# Dipole, Bipole, Monopole, Omni? Rears



## icor1031 (Mar 24, 2011)

What kind of speakers do you like to use for the rear, when watching movies?

Thanks!


----------



## koyaan (Mar 2, 2010)

I like plain old direct radiating speakers in the rear with dipoles for side surrounds. Sound from the rear seems so ambiguous in any case that spreading it out more just reduses the rear surround effect.


----------



## Prof. (Oct 20, 2006)

I would agree with that..If you have good dipoles,tripoles or quadpoles for your surrounds, then monopoles is all you need for the rears..


----------



## icor1031 (Mar 24, 2011)

By rear, I mean rear in a 5.1
Sorry.

What do you suggest with this in mind?


----------



## Prof. (Oct 20, 2006)

In a 5.1 system!...Dipoles on the side walls


----------



## GranteedEV (Aug 8, 2010)

When I do it again, I plan to use these 8" coaxials:

http://reconingspeakers.com/products-page/pro-audio/kef-8-q900-coaxial-driver/

in 2.5-way monopoles.

THX style "Dipoles" and "bipoles" are a mess.
Omnis are a good idea, but a problem in terms of placement near walls, which causes them to sound colored. Probably fine for HT but not optimal IMO.
True dipoles, like a Nao Note, are optimal, but complexity is through the roof. I'm not about to spend ~6K on four of surrounds. After all that, they still require some distance from wall. That particular design also happens to be virtually 4.5-way with a high tweeter crossover point, meaning a narrow coverage area vertically.
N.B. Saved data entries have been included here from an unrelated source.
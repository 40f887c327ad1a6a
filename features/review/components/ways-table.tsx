'use client';

import { useQuery } from '@tanstack/react-query';
import { ChevronDown, ChevronRight, CircleCheck, CircleX, MessageSquare } from 'lucide-react';
import { Fragment, useState } from 'react';

import { VerdictBadge } from '@/components/sizing/verdict-badge';
import { FormAlert } from '@/components/ui/form-alert';
import { errorMessage } from '@/lib/api/client';
import type { ReviewWayRow } from '@/lib/boards/review-page-data';

import { fetchWayChecks, reviewKeys } from '../api/review-api';
import { useInBrowser } from '@/lib/use-in-browser';
import { CommentThread } from './comment-thread';
import { CommentForm } from './review-islands';

const NUMBER_HEADINGS = ['Ib A', 'mm²', 'Iz A', 'Volt drop % (max)', 'Zs Ω (max)'];

/** A way's checks, loaded when the way is opened. */
function Checks({ boardId, wayId }: { boardId: string; wayId: string }) {
  const checks = useQuery({
    queryKey: reviewKeys.wayChecks(boardId, wayId),
    queryFn: () => fetchWayChecks(boardId, wayId),
  });
  if (checks.isPending) return <p className="text-sm text-ink-soft">Loading the checks…</p>;
  if (checks.isError) return <FormAlert>{errorMessage(checks.error)}</FormAlert>;
  return (
    <ul className="space-y-1 text-xs" data-testid="way-checks">
      {checks.data.map((c) => (
        <li key={c.code} className="flex items-start gap-1.5">
          {c.ok ? (
            <CircleCheck aria-hidden className="mt-0.5 h-3.5 w-3.5 shrink-0 text-verdict-pass" />
          ) : (
            <CircleX aria-hidden className="mt-0.5 h-3.5 w-3.5 shrink-0 text-verdict-fail" />
          )}
          <span>
            <span className="sr-only">{c.ok ? 'Met: ' : 'Not met: '}</span>
            {c.message} <span className="text-ink-faint">({c.reference})</span>
          </span>
        </li>
      ))}
    </ul>
  );
}

/**
 * Every way of the board with its sizing in figures and its verdict; opening a way shows its
 * checks (loaded then) and its comments, with the form to add one. One way is open at a time.
 */
export function WaysTable({
  boardId,
  rows,
  canComment,
}: {
  boardId: string;
  rows: ReviewWayRow[];
  canComment: boolean;
}) {
  const inBrowser = useInBrowser();
  const [open, setOpen] = useState<string | null>(null);
  if (!inBrowser) {
    return (
      // Holds about the table's height so that the page does not jump when it is drawn
      <p className="px-3 py-3 text-sm text-ink-soft" style={{ minHeight: `${(rows.length + 1) * 41}px` }}>
        {`Loading ${rows.length} ways…`}
        <noscript> The table of ways needs JavaScript; the printed schedule has the same figures.</noscript>
      </p>
    );
  }
  return (
    <table className="w-full text-left text-sm">
      <thead className="bg-paper-sunk text-xs text-ink-soft">
        <tr>
          <th className="px-3 py-2">Way</th>
          <th className="px-3 py-2">Serves</th>
          <th className="px-3 py-2">Device</th>
          {NUMBER_HEADINGS.map((h) => (
            <th key={h} className="px-3 py-2 text-right">
              {h}
            </th>
          ))}
          <th className="px-3 py-2">Check</th>
          <th className="px-3 py-2">Comments</th>
        </tr>
      </thead>
      <tbody className="[&_tr.w>td]:px-3 [&_tr.w>td]:py-2 [&_tr.w>td:nth-child(n+4):nth-child(-n+8)]:text-right [&_tr.w>td:nth-child(n+4):nth-child(-n+8)]:tabular-nums [&_tr.w>td:nth-child(n+4):nth-child(-n+8)]:whitespace-nowrap">
        {rows.map((way) => {
          const expanded = open === way.id;
          return (
            <Fragment key={way.id}>
              <tr className="w border-t border-line">
                <td className="font-semibold">{way.ref || '—'}</td>
                <td className={way.serves === null ? 'text-ink-faint' : undefined}>
                  {way.serves ?? (way.ref ? 'Spare' : '')}
                  {way.loadType ? <span className="block text-xs text-ink-soft">{way.loadType}</span> : null}
                </td>
                <td className="text-ink-soft">{way.device}</td>
                {way.figures.map((f, i) => (
                  <td key={i}>{f}</td>
                ))}
                <td>
                  {way.serves === null ? null : way.verdict ? (
                    <VerdictBadge verdict={way.verdict} />
                  ) : (
                    <span className="text-xs text-ink-soft">Not sized</span>
                  )}
                </td>
                <td>
                  <button
                    type="button"
                    aria-expanded={expanded}
                    onClick={() => setOpen(expanded ? null : way.id)}
                    className="inline-flex items-center gap-1 rounded px-1.5 py-0.5 text-ink-soft hover:bg-paper-sunk hover:text-ink"
                  >
                    {expanded ? (
                      <ChevronDown aria-hidden className="h-4 w-4" />
                    ) : (
                      <ChevronRight aria-hidden className="h-4 w-4" />
                    )}
                    <MessageSquare aria-hidden className="h-3.5 w-3.5" /> {way.comments.length}
                    <span className="sr-only">comments on way {way.ref}</span>
                  </button>
                </td>
              </tr>
              {expanded ? (
                <tr className="bg-paper">
                  <td colSpan={10} className="px-3 py-3">
                    <div className="grid gap-4 md:grid-cols-2">
                      <div>
                        {way.sized ? (
                          <Checks boardId={boardId} wayId={way.id} />
                        ) : (
                          <p className="text-sm text-ink-faint">No circuit to check.</p>
                        )}
                      </div>
                      <div className="space-y-3">
                        <CommentThread comments={way.comments} />
                        {canComment ? (
                          <CommentForm boardId={boardId} wayId={way.id} label={`Comment on way ${way.ref}`} />
                        ) : null}
                      </div>
                    </div>
                  </td>
                </tr>
              ) : null}
            </Fragment>
          );
        })}
      </tbody>
    </table>
  );
}
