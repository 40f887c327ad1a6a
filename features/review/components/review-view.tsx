import Link from 'next/link';

import { VerdictBadge } from '@/components/sizing/verdict-badge';
import { Caution } from '@/components/ui/caution';
import { PageHeader } from '@/components/ui/page-header';
import { StatusBadge } from '@/components/ui/status-badge';
import { allows } from '@/lib/boards/lifecycle';
import type { ReviewPageData } from '@/lib/boards/review-page-data';
import type { CommentDto } from '@/lib/boards/review-types';
import { deviceName, loadTypeName } from '@/lib/names';
import { supplyInUseWords } from '@/lib/sites/supply-words';

import { CommentThread } from './comment-thread';
import {
  CommentForm,
  DecisionArea,
  DecisionButtons,
  ReturnForm,
  WayDetail,
  WayIcons,
  WaysBody,
  WayToggle,
} from './review-islands';
import { RevisionDiff } from './revision-diff';

const fmt = (v: number | null | undefined, d: number) => (v === null || v === undefined ? '—' : v.toFixed(d));

/**
 * The inspector's review of a board: every way with its sizing and comments, and the decision.
 * Rendered on the server; the browser gets the table as HTML and only the small client parts
 * of review-islands.tsx (the decision, the comment forms, opening a way, whose checks load then).
 */
export function ReviewView({
  data,
  canReview,
  canComment,
}: {
  data: ReviewPageData;
  canReview: boolean;
  canComment: boolean;
}) {
  const { board, sizing } = data;
  const results = new Map((sizing?.ways ?? []).map((w) => [w.id, w.result]));
  const fails = sizing?.summary.counts.fails ?? 0;
  // Approve and return are offered while the lifecycle allows them (in review)
  const inReview = allows(board.status, 'approve');
  const byWay = new Map<string, CommentDto[]>();
  for (const c of data.comments) if (c.wayId) byWay.set(c.wayId, [...(byWay.get(c.wayId) ?? []), c]);
  const boardSummary = { id: board.id, name: board.name, siteName: board.siteName, location: board.location };
  const supply = supplyInUseWords(board.supply, board.derivedSupply);

  return (
    <DecisionArea>
      <div className="space-y-6">
        <PageHeader
          eyebrow={
            <Link href={`/boards/${board.id}`} className="hover:text-ink">
              ← {board.name}
            </Link>
          }
          title={`Review: ${board.name}`}
          description={
            <span className="inline-flex flex-wrap items-center gap-2">
              {board.siteName}
              {board.location ? ` · ${board.location}` : ''} · revision {board.revision}{' '}
              <StatusBadge status={board.status} />
            </span>
          }
          actions={
            <>
              <Link
                href={`/boards/${board.id}/schedule`}
                className="text-sm font-medium text-copper-dark underline-offset-2 hover:underline"
              >
                Schedule
              </Link>
              {canReview && inReview ? <DecisionButtons board={boardSummary} issue={data.issue} /> : null}
            </>
          }
        />
        <Caution />
        {!inReview ? (
          <p className="rounded-md border border-line bg-paper-raised px-3 py-2 text-sm text-ink-soft">
            This board is not in review, so it cannot be approved or returned now. Comments can still be added.
          </p>
        ) : null}
        {canReview && inReview && fails > 0 ? (
          <p className="rounded-md border border-verdict-fail/30 bg-verdict-fail-bg px-3 py-2 text-sm text-ink">
            {fails} way(s) fail a check. Return the board to the designer, or issue it as it is (the confirmation asks).
          </p>
        ) : null}
        {canReview && inReview && data.issue.refusal ? (
          <p role="note" className="rounded-md border border-line bg-paper-raised px-3 py-2 text-sm text-ink">
            {data.issue.refusal.message}
          </p>
        ) : null}
        {canReview && inReview ? <ReturnForm boardId={board.id} /> : null}

        <section className="grid gap-4 rounded-card border border-line bg-paper-raised p-4 text-sm sm:grid-cols-2 lg:grid-cols-4">
          <div>
            <h2 className="text-xs font-semibold uppercase tracking-wide text-ink-soft">Supply</h2>
            {/* What the board is sized with: carried down the site's tree when it is fed from another board */}
            <p title={supply.title}>
              {supply.supply.earthing} · Uo {supply.supply.uoV} V · {supply.values}
            </p>
            <p>
              {board.phases === 3 ? 'Three-phase' : 'Single-phase'}, {board.supply.source} supply
            </p>
          </div>
          <div>
            <h2 className="text-xs font-semibold uppercase tracking-wide text-ink-soft">Incoming</h2>
            <p>
              {deviceName({ kind: board.incoming.kind, ratingA: board.incoming.ratingA })}
              {board.incoming.busbarRatingA ? `, busbar ${board.incoming.busbarRatingA} A` : ''}
            </p>
            <p>{sizing?.summary.incomingCheck.message}</p>
          </div>
          <div>
            <h2 className="text-xs font-semibold uppercase tracking-wide text-ink-soft">Demand</h2>
            <p>Maximum demand {fmt(sizing?.summary.maxDemandA, 1)} A</p>
            <p>Connected {fmt((sizing?.summary.connectedLoadW ?? 0) / 1000, 2)} kW</p>
          </div>
          <div>
            <h2 className="text-xs font-semibold uppercase tracking-wide text-ink-soft">Ways</h2>
            {sizing ? (
              <p>
                {sizing.summary.counts.passes} pass, {sizing.summary.counts.nearLimit} near limit, {fails} fail,{' '}
                {sizing.summary.counts.spare} spare
              </p>
            ) : (
              <p className="text-verdict-fail">
                Not sized: {data.sizingIssues.map((i) => `${i.path}: ${i.message}`).join('; ')}
              </p>
            )}
          </div>
        </section>

        <section
          aria-labelledby="ways-heading"
          className="overflow-x-auto rounded-card border border-line bg-paper-raised"
        >
          <h2 id="ways-heading" className="sr-only">
            Ways
          </h2>
          <WayIcons />
          {/* The ways' cells are styled from the table (class `w` marks a way's row), not cell by cell */}
          <table className="w-full text-left text-sm [&_tr.w>td]:px-3 [&_tr.w>td]:py-2 [&_tr.w>td:nth-child(n+4):nth-child(-n+8)]:text-right [&_tr.w>td:nth-child(n+4):nth-child(-n+8)]:tabular-nums">
            <thead className="bg-paper-sunk text-xs text-ink-soft">
              <tr>
                <th className="px-3 py-2">Way</th>
                <th className="px-3 py-2">Serves</th>
                <th className="px-3 py-2">Device</th>
                <th className="px-3 py-2 text-right">Ib A</th>
                <th className="px-3 py-2 text-right">mm²</th>
                <th className="px-3 py-2 text-right">Iz A</th>
                <th className="px-3 py-2 text-right">Volt drop %</th>
                <th className="px-3 py-2 text-right">Zs Ω (max)</th>
                <th className="px-3 py-2">Check</th>
                <th className="px-3 py-2">Comments</th>
              </tr>
            </thead>
            <WaysBody>
              {board.ways.map((way) => {
                const r = results.get(way.id) ?? null;
                const comments = byWay.get(way.id) ?? [];
                const ref = data.refs[way.id] ?? '';
                return [
                  <tr key={way.id} className="w border-t border-line">
                    <td className="font-semibold">{ref || '—'}</td>
                    <td className={way.circuit ? undefined : 'text-ink-faint'}>
                      {way.circuit ? way.circuit.serves || '(not named)' : ref ? 'Spare' : ''}
                      {way.circuit ? (
                        <span className="block text-xs text-ink-soft">{loadTypeName(way.circuit)}</span>
                      ) : null}
                    </td>
                    <td className="text-ink-soft">{deviceName(way.device, r?.inA)}</td>
                    <td>{fmt(r?.ibA, 1)}</td>
                    <td>{r?.csaMm2 ?? '—'}</td>
                    <td>{fmt(r?.izA, 1)}</td>
                    <td>{fmt(r?.vdPct, 2)}</td>
                    <td>{r ? `${fmt(r.zsOhm, 2)} (${fmt(r.zsMaxOhm, 2)})` : '—'}</td>
                    <td>
                      {way.circuit ? (
                        r?.verdict ? (
                          <VerdictBadge verdict={r.verdict} />
                        ) : (
                          <span className="text-xs text-ink-soft">Not sized</span>
                        )
                      ) : null}
                    </td>
                    <td>
                      <WayToggle wayId={way.id} count={comments.length} refLabel={ref} />
                    </td>
                  </tr>,
                  <WayDetail
                    key={`${way.id}-detail`}
                    boardId={board.id}
                    wayId={way.id}
                    sized={!!r}
                    comments={comments}
                    canComment={canComment}
                    refLabel={ref}
                  />,
                ];
              })}
            </WaysBody>
          </table>
        </section>

        <section className="grid gap-6 lg:grid-cols-2">
          <div className="space-y-3 rounded-card border border-line bg-paper-raised p-4">
            <h2 className="text-base font-semibold">Comments on the board</h2>
            <CommentThread comments={data.comments.filter((c) => !c.wayId)} />
            {canComment ? <CommentForm boardId={board.id} wayId={null} label="Comment on the whole board" /> : null}
          </div>
          <div className="space-y-3 rounded-card border border-line bg-paper-raised p-4">
            <h2 className="text-base font-semibold">Changes between revisions</h2>
            <RevisionDiff boardId={board.id} />
          </div>
        </section>
      </div>
    </DecisionArea>
  );
}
All-in-all I think the coaxials are just the easiest choice to make.


----------



## icor1031 (Mar 24, 2011)

Hey, Granteed.  Nice to see you on this forum too.

Currently they're within inches of the wall.. But, I could put a stand behind the furniture to pull them out a bit.

Can you do omni with a full-range, or do you need 2+ drivers?

Thanks.

EDIT: You gave the same link twice, mate.


----------



## GranteedEV (Aug 8, 2010)

Doh! accident!

Anyways, i've seen people do omnis with custom acoustic lenses, but that's rather convoluted.

The easiest way to do an omni, and (it wouldn't be a true omni technically) is the Linkwitz Pluto.


----------